Brazilian Verbena, also known as Verbena brasiliensis, is an invasive weed that thrives well in well-drained soils.

The weed is native to South America and perennial in zones 7 to 11 but grows annually in cooler areas.  

Brazilian Verbena stands at a height of 3-8 feet and has tall stems that are sharp-cornered with stiff hairs from which loose terminal spikes are where flowers grow.  

Scientific Classification

  • Kingdom: Plantae
  • Phylum: Magnoliophyta
  • Class: Magnoliopsida
  • Subclass: Asteridae
  • Order: Lamiales
  • Family: Verbanaceae
  • Genus: Verbena
  • Species: Verbena Brasiliensis
  • Other Names: Brazilian verbena, Brazilian vervain, Verbena brasiliensis

Nativity and Distribution

Verbena brasiliensis is native to South America, specifically Argentina, Brazil, Bolivia, Chile, Colombia, Ecuador, Paraguay, and Uruguay.
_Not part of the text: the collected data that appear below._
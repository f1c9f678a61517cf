#include "stipple/stats/chi_square.hpp"

#include <algorithm>
#include <cmath>

#include <gtest/gtest.h>

#include "stipple/error.hpp"

namespace stipple {
namespace {

TEST(PearsonGoodnessOfFit, EqualCellsWorkedExample) {
  // Source: ../shared/REFERENCES.md section 5 (SciPy chisquare): cells [3,1,4,1,5,9,2,6,5].
  const std::vector<std::uint64_t> observed{3, 1, 4, 1, 5, 9, 2, 6, 5};
  const std::vector<double> expected(9, 4.0);
  const ChiSquareTest t = pearson_goodness_of_fit(observed, expected);
  EXPECT_NEAR(t.statistic, 13.5, 1e-12);
  EXPECT_EQ(t.df, 8.0);
  EXPECT_NEAR(t.p_upper, 0.0957651, 1e-7);
  EXPECT_NEAR(t.p_lower, 0.9042349, 1e-7);
  EXPECT_NEAR(t.p_two_sided, 0.1915303, 1e-7);
  EXPECT_DOUBLE_EQ(t.min_expected, 4.0);
}

TEST(PearsonGoodnessOfFit, UnequalAreasWorkedExample) {
  // Source: REFERENCES.md section 5: areas [1, 0.5, 1.5], counts [12, 7, 11].
  const ChiSquareTest t = pearson_goodness_of_fit({12, 7, 11}, {10.0, 5.0, 15.0});
  EXPECT_NEAR(t.statistic, 2.266667, 1e-6);
  EXPECT_EQ(t.df, 2.0);
  EXPECT_NEAR(t.p_upper, 0.3219583, 1e-7);
  EXPECT_NEAR(t.p_upper, std::exp(-t.statistic / 2.0), 1e-12);  // chi-square, df 2
}

TEST(PearsonGoodnessOfFit, TailsAgreeWithChiSquareDistribution) {
  // For even df = 2m the chi-square upper tail has the closed form
  // exp(-x/2) * sum_{k<m} (x/2)^k / k! (the Poisson-chi-square relation; Abramowitz & Stegun
  // 1964, 26.4.21, from memory), independent of the Boost.Math code the implementation uses.
  for (const double x2 : {0.5, 3.0, 9.49, 20.0, 45.0}) {
    for (const int m : {1, 2, 3, 5}) {
      double term = 1.0;
      double sum = 0.0;
      for (int k = 0; k < m; ++k) {
        sum += term;
        term *= (x2 / 2.0) / (k + 1);
      }
      const double expected = std::exp(-x2 / 2.0) * sum;
      EXPECT_NEAR(chi_square_upper_tail(x2, 2.0 * m), expected, 1e-12 * std::max(1.0, expected))
          << "x2 " << x2 << ", df " << 2 * m;
      EXPECT_NEAR(chi_square_upper_tail(x2, 2.0 * m) / expected, 1.0, 1e-9) << "relative, x2 " << x2;
    }
  }
  // 9.487729 is the 95% point of chi-square with 4 df (common practice: every table).
  EXPECT_NEAR(chi_square_upper_tail(9.487729, 4.0), 0.05, 1e-7);
}

TEST(PearsonGoodnessOfFit, RefusesSingleCell) {
  EXPECT_THROW((void)pearson_goodness_of_fit({5}, {5.0}), AnalysisError);
}

TEST(PearsonContingency, WorkedExample) {
  // Source: REFERENCES.md section 5 (SciPy chi2_contingency): [[12,7,11],[8,13,9]].
  const ChiSquareTest t = pearson_contingency({{12, 7, 11}, {8, 13, 9}});
  EXPECT_NEAR(t.statistic, 2.8, 1e-12);
  EXPECT_EQ(t.df, 2.0);
  EXPECT_NEAR(t.p_upper, 0.2465970, 1e-7);
}

TEST(PearsonContingency, DropsEmptyRowsAndColumns) {
  const ChiSquareTest t = pearson_contingency({{12, 0, 7, 11}, {0, 0, 0, 0}, {8, 0, 13, 9}});
  EXPECT_NEAR(t.statistic, 2.8, 1e-12);
  EXPECT_EQ(t.df, 2.0);
}

TEST(MonteCarloPValue, EstimatesTheExactMultinomialPValue) {
  // Counts 108, 55, 137 against 100, 50, 150: X2 = 0.64 + 0.5 + 1.1267 = 2.2667, df 2,
  // chi-square p = exp(-X2 / 2) = 0.3220 (closed form for df 2). The Monte Carlo p estimates
  // the exact multinomial P(X2 >= 2.2667) = 0.32735 (every outcome of n = 300 enumerated in
  // an independent Python script); 4999 draws: within 4 standard errors (0.027).
  Engine engine(1);
  const std::vector<std::uint64_t> counts{108, 55, 137};
  const std::vector<double> expected{100.0, 50.0, 150.0};
  const ChiSquareTest t = pearson_goodness_of_fit(counts, expected);
  EXPECT_NEAR(t.p_upper, std::exp(-2.266667 / 2.0), 1e-6);
  const double mc = multinomial_monte_carlo(counts, expected, 4999, engine).upper;
  EXPECT_NEAR(mc, 0.32735, 4.0 * std::sqrt(0.32735 * (1 - 0.32735) / 5000.0));
}

TEST(MonteCarloPValue, ContingencyEstimatesTheExactConditionalPValue) {
  // Rows of 150 over columns of 100: every expected count is 50; deviations 2, -5, 3 give
  // X2 = 2 (4 + 25 + 9) / 50 = 1.52, df 2, chi-square p = exp(-0.76) = 0.4677 (closed form).
  // The permutation p estimates the exact conditional P(X2 >= 1.52) given both margins,
  // 0.51161 (every table with these margins enumerated with hypergeometric weights in an
  // independent Python script; the lattice of X2 values puts much mass on ties); 4999
  // permutations: within 4 standard errors (0.028).
  Engine engine(2);
  const std::vector<std::vector<std::uint64_t>> table{{52, 45, 53}, {48, 55, 47}};
  const ChiSquareTest t = pearson_contingency(table);
  EXPECT_NEAR(t.statistic, 1.52, 1e-12);
  EXPECT_NEAR(t.p_upper, std::exp(-0.76), 1e-12);
  EXPECT_NEAR(contingency_monte_carlo_p(table, 4999, engine), 0.51161,
              4.0 * std::sqrt(0.51161 * (1 - 0.51161) / 5000.0));
}

TEST(MonteCarloPValue, NeverZero) {
  // Source: Hope (1968): p = (1 + #extreme) / (N + 1) >= 1 / (N + 1).
  Engine engine(3);
  const double p = multinomial_monte_carlo({100, 0, 0}, {1.0, 1.0, 1.0}, 99, engine).upper;
  EXPECT_DOUBLE_EQ(p, 1.0 / 100.0);
}

}  // namespace
}  // namespace stipple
The species is also found in:

  • Eastern parts of Australia
  • Southern Africa
  • Temperate Asia
  • North America
  • Eastern New South Wales

Physical Characteristics

The Brazilian verbena can grow up to 3 - 8  feet in height
The Brazilian verbena can grow up to 3 – 8 feet in height. Image: bumbleseeds
  • Leaves: The leaves are green and are rough to the touch.
  • Flowers: The small tubular flowers are numerous and densely arranged into branched, finger-like clusters at the tips of these stems.
  • Fruits: The fruits are brown and contained in a capsule. 
  • Stem: The plant’s main stem leaves have two expanded earlike lobes above the petiole.
  • Roots: The weed is tap-rooted or has woody fibrous roots.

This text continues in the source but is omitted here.